Summary: An enzyme in the colon lining releases hydrogen peroxide to help protect the body from gut microbes.
Source: UC Davis
Scientists at UC Davis Health have discovered that an enzyme in the colon lining releases hydrogen peroxide(H2O2) – a known disinfecting compound- to protect the body from gut microbes. Their study, published Dec. 9 in the journal Cell Host and Microbe, sheds light on the way microorganisms are spatially organized in the colon. It also calls for a new approach to treating gut inflammation.
Most microbes reside in the large intestine, a naturally low-oxygen environment. They form a community called the gut microbiota.
“More than half of the human body consists of microbes that do not tolerate oxygen very well,” said Andreas Bäumler, professor of medical microbiology and immunology and lead author on the study.
The gut microbiota is kept away from the colon’s surface.
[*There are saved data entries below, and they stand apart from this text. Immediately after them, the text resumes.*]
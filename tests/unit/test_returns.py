"""Raw returns: each fault by a tiny file, with the full message or the exact rows set aside."""

from __future__ import annotations

from pathlib import Path

import numpy as np
import pytest
from tests.unit import intake_examples as examples
from tests.unit.intake_examples import aside, fault, kept, lines, refused, validate

SOUND = "000A,2000-01-31,0.01,,100,5"


def grid(n_securities: int, n_months: int, value: str, day: str = "28") -> list[str]:
    """Rows of `n_securities` in the first months of 2000, each with the same return."""
    return [
        f"{s:03d},2000-{m:02d}-{day},{value},,1,1"
        for s in range(n_securities)
        for m in range(1, n_months + 1)
    ]


def noisy(scale: float, n: int = 60, mean: float = 0.0) -> list[str]:
    """Rows of ten securities with normal returns of a given standard deviation."""
    values = np.random.default_rng(5).normal(mean, scale, n)
    return [f"{i % 10},2000-{i // 10 + 1:02d}-28,{v:.8f},,1,1" for i, v in enumerate(values)]


# Rows set aside.


@pytest.mark.fault(8)
@pytest.mark.fault(13)
@pytest.mark.fault(14)
@pytest.mark.fault(15)
@pytest.mark.fault(23)
def test_each_row_set_aside_with_its_reason(tmp_path: Path) -> None:
    rows = [
        SOUND,
        "B,2000-01-31,0.01,,100",
        "B,2000-02-30,0.01,,100,5",
        "B,1700-01-31,0.01,,100,5",
        "B,2000-01-31,halted,,100,5",
        "B,2000-02-29,0.01,n.a.,100,5",
        "B,2000-03-31,0.01,,100,see note",
        "B,2000-04-30,inf,,100,5",
        "B,2000-05-31,0.01,,1e999,5",
        "B,2000-06-30,-1.4,,100,5",
        "B,2000-07-31,-99.0,,100,5",
        "B,2000-08-31,0.01,-66,100,5",
        " ,2000-09-30,0.01,,100,5",
        "\"''\",2000-09-30,0.01,,100,5",
        "B,2001-01-31,0.01,,100,5",
        "B,1999-12-31,0.01,,100,5",
    ]
    found = validate(tmp_path, lines(*rows))
    assert kept(found) == [("000A", "2000-01")]
    code = ", which often stands for a missing value; if so, add it to missing:"
    reasons = [
        (5, "too many or too few fields, or a stray quote: 5 fields instead of 6"),
        (8, "a date that does not parse, or outside 1800–2200: '2000-02-30'"),
        (8, "a date that does not parse, or outside 1800–2200: '1700-01-31'"),
        (13, "text in a number column: ret is 'halted'"),
        (13, "text in a number column: final is 'n.a.'"),
        (13, "text in a number column: px is 'see note'"),
        (14, "an infinite value, or one spelt nan: ret is 'inf'"),
        (14, "an infinite value, or one spelt nan: cap is '1e999'"),
        (15, "a return below −100 %: ret is '-1.4'"),
        (15, f"a return below −100 %: ret is '-99.0'{code}"),
        (15, f"a return below −100 %: final is '-66'{code}"),
        (23, "a blank identifier"),
        (23, "a blank identifier"),
        (28, "no market or riskless return in that month: 2001-01-31"),
        (28, "no market or riskless return in that month: 1999-12-31"),
    ]
    assert aside(found) == [
        (line, number, reason, raw)
        for line, ((number, reason), raw) in enumerate(zip(reasons, rows[1:], strict=True), start=3)
    ]
    counts = {f["number"]: f["n"] for f in found.intake["faults"] if f["answer"] == "set aside"}
    assert counts == {5: 1, 8: 2, 13: 3, 14: 2, 15: 3, 23: 2, 28: 2}
    assert fault(found, 15)["examples"] == ["line 11", "line 12", "line 13"]


def test_a_row_with_several_faults_is_set_aside_once(tmp_path: Path) -> None:
    found = validate(tmp_path, lines(SOUND, ",31 May,halted,inf,x,y"))
    assert aside(found) == [(3, 23, "a blank identifier", ",31 May,halted,inf,x,y")]


def test_braces_in_names_and_values_are_shown_as_they_are(tmp_path: Path) -> None:
    columns = {"security": "id", "date": "day", "return": "{ret}"}
    text = lines("A,2000-01-31,0.01", "A,2000-02-29,{0!r}", header="id,day,{ret}")
    assert aside(validate(tmp_path, text, columns=columns)) == [
        (3, 13, "text in a number column: {ret} is '{0!r}'", "A,2000-02-29,{0!r}")
    ]


def test_parquet_rows_are_counted_from_one(tmp_path: Path) -> None:
    file = examples.write_parquet(
        tmp_path / "r.parquet",
        {"id": ["A", "", "B"], "day": ["2000-01-31"] * 3, "ret": [0.1, 0.2, -2.5]},
    )
    columns = {"security": "id", "date": "day", "return": "ret"}
    found = validate(tmp_path, Path(file), columns=columns)
    assert aside(found) == [
        (2, 23, "a blank identifier", ",2000-01-31,0.2"),
        (3, 15, "a return below −100 %: ret is -2.5", "B,2000-01-31,-2.5"),
    ]
    assert fault(found, 15)["examples"] == ["row 3"]


# Faults 7, 10, 11, 23: what is read in spite of its looks.


@pytest.mark.fault(23)
def test_identifiers_are_text_without_blanks_and_quotes(tmp_path: Path) -> None:
    rows = ["007,2000-01-31,0.1,,1,1", " '007' ,2000-02-29,0.1,,1,1", '"7 ",2000-01-31,0.1,,1,1']
    found = validate(tmp_path, lines(*rows))
    assert kept(found) == [("007", "2000-01"), ("007", "2000-02"), ("7", "2000-01")]
    assert fault(found, 7)["n"] == 3  # blanks twice, quotes once


@pytest.mark.fault(7)
def test_thousands_in_sizes_and_prices_only(tmp_path: Path) -> None:
    rows = ['A,2000-01-31,0.1,,"1,234.5","2,000"', 'A,2000-02-29,"1,234",,1,1']
    found = validate(tmp_path, lines(*rows))
    assert found.panel[["size", "price"]].to_numpy().tolist() == [[1234.5, 2000.0]]
    assert fault(found, 7)["n"] == 2
    assert aside(found)[0][:3] == (3, 13, "text in a number column: ret is '1,234'")


@pytest.mark.fault(11)
@pytest.mark.parametrize(
    ("form", "written"), [("%Y%m%d", "20000331"), ("%Y%m", "200003"), ("%Y-%m-%d", "2000-03-30")]
)
def test_integer_dates_and_last_trading_days(tmp_path: Path, form: str, written: str) -> None:
    found = validate(tmp_path, lines(f"A,{written},0.1,,1,1"), dates=form)
    assert found.panel["date"].dt.strftime("%Y-%m-%d").tolist() == ["2000-03-31"]


@pytest.mark.fault(10)
def test_integer_dates_in_parquet(tmp_path: Path) -> None:
    columns = {"security": "id", "date": "day", "return": "ret"}
    file = examples.write_parquet(
        tmp_path / "r.parquet", {"id": [10, 11], "day": [20000131, 20000229], "ret": [0.1, 0.2]}
    )
    found = validate(tmp_path, Path(file), columns=columns, dates="%Y%m%d")
    assert kept(found) == [("10", "2000-01"), ("11", "2000-02")]


# Fault 12: missing codes.


@pytest.mark.fault(12)
def test_missing_returns_by_code(tmp_path: Path) -> None:
    rows = [
        *(f"A,2000-0{m}-28,{v},,1,1" for m, v in enumerate(["", "NA", "-99", "-99.0", "0"], 1)),
        ",2000-01-31,NA,,1,1",  # set aside, so not counted
    ]
    found = validate(tmp_path, lines(*rows), missing=["NA", "-99"])
    assert np.isnan(found.panel["total_return"]).tolist() == [True] * 4 + [False]
    assert found.panel["total_return"].iloc[4] == 0.0
    entry = fault(found, 12)
    assert (entry["n"], entry["kinds"]) == (4, {"empty": 1, "NA": 1, "-99": 2})
    assert entry["examples"] == ["A on 2000-01-28", "A on 2000-02-28", "A on 2000-03-28"]
    assert found.intake["n_missing_returns"] == 4


def test_codes_in_other_columns(tmp_path: Path) -> None:
    columns = {**examples.COLUMNS, "sector": "sec"}
    text = lines("NA,2000-01-31,0.1,NA,NA,NA,NA", header=examples.HEADER + ",sec")
    found = validate(tmp_path, text, columns=columns)
    row = found.panel.iloc[0]
    assert (row["security"], row["sector"]) == ("NA", "")  # an identifier may be NA
    assert np.isnan([row["size"], row["price"]]).all()


# Fault 19: two rows for one security and month.

TWICE = [
    "A,2000-01-31,0.01,,1,1",
    "A,2000-01-31,0.010,,1,1",  # the same day and values: an exact duplicate
    "B,2000-01-31,0.01,,1,1",
    "B,2000-01-31,0.02,,1,1",
    "B,2000-01-31,0.01,,1,1",
    "C,2000-01-31,0.05,,1,1",
]


@pytest.mark.fault(19)
def test_different_rows_of_one_month_are_set_aside(tmp_path: Path) -> None:
    found = validate(tmp_path, lines(*TWICE))
    said = "another, different row of the same security and month: B on 2000-01-31"
    assert aside(found) == [(4, 19, said, TWICE[2]), (5, 19, said, TWICE[3])]
    assert found.intake["exact_duplicates"] == 2
    assert kept(found) == [("A", "2000-01"), ("C", "2000-01")]
    assert fault(found, 19)["n"] == 2


def test_two_days_of_one_month_are_different_rows(tmp_path: Path) -> None:
    rows = ["A,2000-01-31,0.01,,1,1", "A,2000-01-28,0.01,,1,1", SOUND]
    found = validate(tmp_path, lines(*rows))
    said = "another, different row of the same security and month: A on 2000-01"
    assert aside(found) == [(2, 19, f"{said}-31", rows[0]), (3, 19, f"{said}-28", rows[1])]
    assert found.intake["exact_duplicates"] == 0
    assert kept(validate(tmp_path, lines(*rows), same_month_rows="last")) == [
        ("000A", "2000-01"),
        ("A", "2000-01"),
    ]


@pytest.mark.fault(19)
@pytest.mark.parametrize("keep", ["first", "last"])
def test_the_first_or_last_row_may_be_kept(tmp_path: Path, keep: str) -> None:
    found = validate(tmp_path, lines(*TWICE), same_month_rows=keep)
    assert kept(found) == [("A", "2000-01"), ("B", "2000-01"), ("C", "2000-01")]
    assert found.panel["total_return"].tolist() == [0.01, 0.01, 0.05]
    assert found.set_aside["line"].tolist() == [5]  # both the first and the last row say 0.01
    assert found.intake["exact_duplicates"] == 2


def test_first_and_last_differ_where_the_rows_do(tmp_path: Path) -> None:
    text = lines(*TWICE[2:4])
    for keep, value, lost in (("first", 0.01, 3), ("last", 0.02, 2)):
        found = validate(tmp_path, text, same_month_rows=keep)
        assert found.panel["total_return"].tolist() == [value]
        assert found.set_aside["line"].tolist() == [lost]


# Faults 6 (decimal comma), 17, 39 and 40: stops of the whole file.


@pytest.mark.fault(6)
@pytest.mark.parametrize("mark", ["%", " %"])
def test_per_cent_signs(tmp_path: Path, mark: str) -> None:
    text = lines(f"A,2000-01-31,1.5{mark},,1,1", f"A,2000-02-29,-2{mark},,1,1")
    assert refused(tmp_path, text) == (
        "The raw data cannot be used; nothing was written.\n"
        f"  raw/returns.csv, column ret: most numbers end in a per cent sign, as in -2{mark}\n"
        "    → remove the signs, and set unit: percent"
    )


@pytest.mark.fault(6)
def test_decimal_comma(tmp_path: Path) -> None:
    rows = ["A;2000-01-31;0,015;;1;1", "A;2000-02-29;-0,02;;1;1"]
    text = lines(*rows, header=examples.HEADER.replace(",", ";"))
    assert refused(tmp_path, text, separator=";") == (
        "The raw data cannot be used; nothing was written.\n"
        "  raw/returns.csv, column ret: most numbers have a decimal comma, as in -0,02\n"
        "    → set decimal: comma"
    )


def test_decimal_comma_declared(tmp_path: Path) -> None:
    rows = ["A;2000-01-31;0,015;;1.234,5;1", "A;2000-02-29;-,02;;1;2,5", "A;2000-03-31;0.1;;1;1"]
    text = lines(*rows, header=examples.HEADER.replace(",", ";"))
    found = validate(tmp_path, text, separator=";", decimal="comma")
    assert found.panel["total_return"].tolist() == [0.015, -0.02]
    assert found.panel[["size", "price"]].to_numpy().tolist() == [[1234.5, 1.0], [1.0, 2.5]]
    assert aside(found) == [(4, 13, "text in a number column: ret is '0.1'", rows[2])]
    assert fault(found, 7)["n"] == 1


@pytest.mark.fault(17)
def test_percent_declared_decimal(tmp_path: Path) -> None:
    rows = noisy(5.0)
    size = np.abs([float(row.split(",")[2]) for row in rows])
    middle, high = 100 * np.quantile(size, [0.5, 0.95])
    assert refused(tmp_path, lines(*rows)) == (
        "The raw data cannot be used; nothing was written.\n"
        f"  raw/returns.csv, column ret: read as decimal, half of all returns exceed {middle:.3g} % in size "
        f"and one in twenty exceeds {high:.3g} %\n"
        "    → set unit: percent"
    )
    assert len(validate(tmp_path, lines(*rows), unit="percent").panel) == 60


@pytest.mark.fault(17)
def test_decimal_declared_percent(tmp_path: Path) -> None:
    message = refused(tmp_path, lines(*noisy(0.05)), unit="percent")
    assert "column ret: read as percent, half of all returns exceed 0.0" in message
    assert message.endswith("\n    → set unit: decimal")
    assert len(validate(tmp_path, lines(*noisy(0.05))).panel) == 60


@pytest.mark.fault(39)
@pytest.mark.parametrize("unit", ["decimal", "percent"])
def test_prices_delivered_as_returns(tmp_path: Path, unit: str) -> None:
    message = refused(tmp_path, lines(*noisy(5.0, mean=150.0)), unit=unit)
    assert message.endswith(
        "\n    → hardly any is negative: does the column hold prices, or 1 + return? "
        "For prices, name their column under price: and set return: {from: price}"
    )


def test_percent_declared_but_larger_still(tmp_path: Path) -> None:
    message = refused(tmp_path, lines(*noisy(500.0)), unit="percent")
    assert message.endswith("\n    → is this the column of the returns?")


def test_few_returns_say_nothing_of_the_unit(tmp_path: Path) -> None:
    assert len(validate(tmp_path, lines(*grid(1, 3, "0.9"))).panel) == 3


@pytest.mark.fault(40)
def test_daily_data(tmp_path: Path) -> None:
    rows = [
        f"{s},2000-{m:02d}-{d:02d},0.01,,1,1" for s in "AB" for m in (1, 2) for d in range(1, 21)
    ]
    assert refused(tmp_path, lines(*rows)) == (
        "The raw data cannot be used; nothing was written.\n"
        "  raw/returns.csv: declared monthly, but 80 dates in 4 months of single securities, 20 a month: daily data?\n"
        "    → set frequency: daily under data.returns, and they are compounded to months"
    )


def test_a_file_delivered_three_times_is_not_daily(tmp_path: Path) -> None:
    rows = grid(5, 6, "0.01")
    found = validate(tmp_path, lines(*rows, *rows, *rows))
    assert (len(found.panel), found.intake["exact_duplicates"]) == (30, 60)


@pytest.mark.fault(40)
def test_quarterly_data(tmp_path: Path) -> None:
    rows = [f"{s},2000-{m:02d}-28,0.01,,1,1" for s in range(11) for m in (3, 6, 9, 12)]
    assert refused(tmp_path, lines(*rows)) == (
        "The raw data cannot be used; nothing was written.\n"
        "  raw/returns.csv: declared monthly, but a security's next row is typically 3 months on, "
        "in 33 steps from row to row: quarterly data?\n"
        "    → deliver monthly returns"
    )


def test_every_row_set_aside(tmp_path: Path) -> None:
    rows = ["A,31/01/2000,0.01,,1,1", "A,29/02/2000,0.01,,1,1", "A,2000-03-31,x,,1,1"]
    assert refused(tmp_path, lines(*rows)) == (
        "Nothing is left to study. Every row is set aside.\n"
        "  raw/returns.csv: 2 rows with a date that does not parse, or outside 1800–2200\n"
        "    → line 2 has a date that does not parse, or outside 1800–2200: '31/01/2000'\n"
        "  raw/returns.csv: 1 row with text in a number column\n"
        "    → line 4 has text in a number column: ret is 'x'"
    )


def test_names_that_our_tables_use(tmp_path: Path) -> None:
    columns = {**examples.COLUMNS, "leaves": "px"}
    assert refused(tmp_path, lines(SOUND), columns=columns) == (
        "The raw data cannot be used; nothing was written.\n"
        "  raw/returns.csv, columns.leaves: our own tables have a column 'leaves' already\n"
        "    → give it another name"
    )


def test_every_other_row_broken_is_not_quarterly(tmp_path: Path) -> None:
    rows = [row + ",x" * (i % 2) for i, row in enumerate(grid(12, 12, "0.01"))]
    assert len(validate(tmp_path, lines(*rows)).panel) == 72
This separation is essential to avoid inflammation caused by unnecessary immune responses to gut microbes. Scientists believed the spatial separation is maintained by oxygen released by cells to prevent microbes from coming too close to the intestinal lining. This study upends that theory.
“We looked at the spatial relationships between the bacteria in the gut and its host, the colon,” Bäumler said. “We found that cells in the colon’s lining release hydrogen peroxide- not oxygen- to limit microbial growth.”
NOX1, an enzyme found in the intestinal lining, provides a significant source of H2O2 in the colon. The naturally generated H2O2 serves as a filter regulating the location of the microbiota in the colon. Pathogens that utilize hydrogen peroxide can only do so when they are directly attached to the intestinal lining. This finding suggests that the body uses the disinfectant to protect the mucosal surface. Meanwhile, the microbial communities at a distance from the colon surface remain unharmed.
Treating gut inflammation with natural filter restoration, not antibiotics
When the body experiences an imbalance in the gut microbial community, it suffers from dysbiosis, a gastrointestinal condition. Dysbiosis may cause inflammation and symptoms such as nausea, upset stomach and bloating. Traditional treatments of dysbiosis rely mainly on the use of antibiotics or probiotics to target the bacteria.
Findings from the new study indicate the need for a different approach to treating gut inflammation and dysbiosis. They pointed to the opportunity of restoring host functions instead of eliminating microbes.
“We need to shift the focus of gut inflammation treatments from targeting bacteria to fixing habitat filters of the host and restoring their functionality,” Bäumler said.
Co-authors on this study are Brittany M. Miller, Megan J. Liou, Lillian F. Zhang, Henry Nguyen, Yael Litvak, Eva-Magdalena Schorr, Kyung Ku Jang, Connor R. Tiffany and Brian P. Butler.
Funding: This work was supported by the Vaadia-BARD Postdoctoral Fellowship FI-505-2014, USDA/NIFA award 2015-67015-22930, Crohn’s and Colitis Foundation of America Senior Investigator Award # 650976 and by Public Health Service Grants AI36309, AI044170, AI096528, AI112445, AI146432 and AI112949.
About this health research news
Source: UC Davis
Contact: Nadine A Yehya – UC Davis
Image: The image is credited to UC Davis
Original Research: Closed access.
“Anaerobic Respiration of NOX1-Derived Hydrogen Peroxide Licenses Bacterial Growth at the Colonic Surface” by Miller et al. Cell Host and Microbe
Anaerobic Respiration of NOX1-Derived Hydrogen Peroxide Licenses Bacterial Growth at the Colonic Surface
- •Hydrogen peroxide drives Citrobacter growth in the non-inflamed gut
- •Citrobacter requires intimate epithelial attachment to respire hydrogen peroxide
- •Anaerobic hydrogen peroxide respiration by Citrobacter isNOX1-dependent
- •Epithelial –derived hydrogen peroxide shapes the epithelial surface environment
The colonic microbiota exhibits cross-sectional heterogeneity, but the mechanisms that govern its spatial organization remain incompletely understood. Here we used Citrobacter rodentium, a pathogen that colonizes the colonic surface, to identify microbial traits that license growth and survival in this spatial niche. Previous work showed that during colonic crypt hyperplasia, type III secretion system (T3SS)-mediated intimate epithelial attachment provides C. rodentium with oxygen for aerobic respiration. However, we find that prior to the development of colonic crypt hyperplasia, T3SS-mediated intimate attachment is not required for aerobic respiration but for hydrogen peroxide (H2O 2) respiration using cytochrome c peroxidase (Ccp). The epithelial NADPH oxidase NOX1 is the primary source of luminal H 2O 2 early after C. rodentium infection and is required for Ccp-dependent growth. Our results suggest that NOX1-derived H 2O2 is a resource that governs bacterial growth and survival in close proximity to the mucosal surface during gut homeostasis.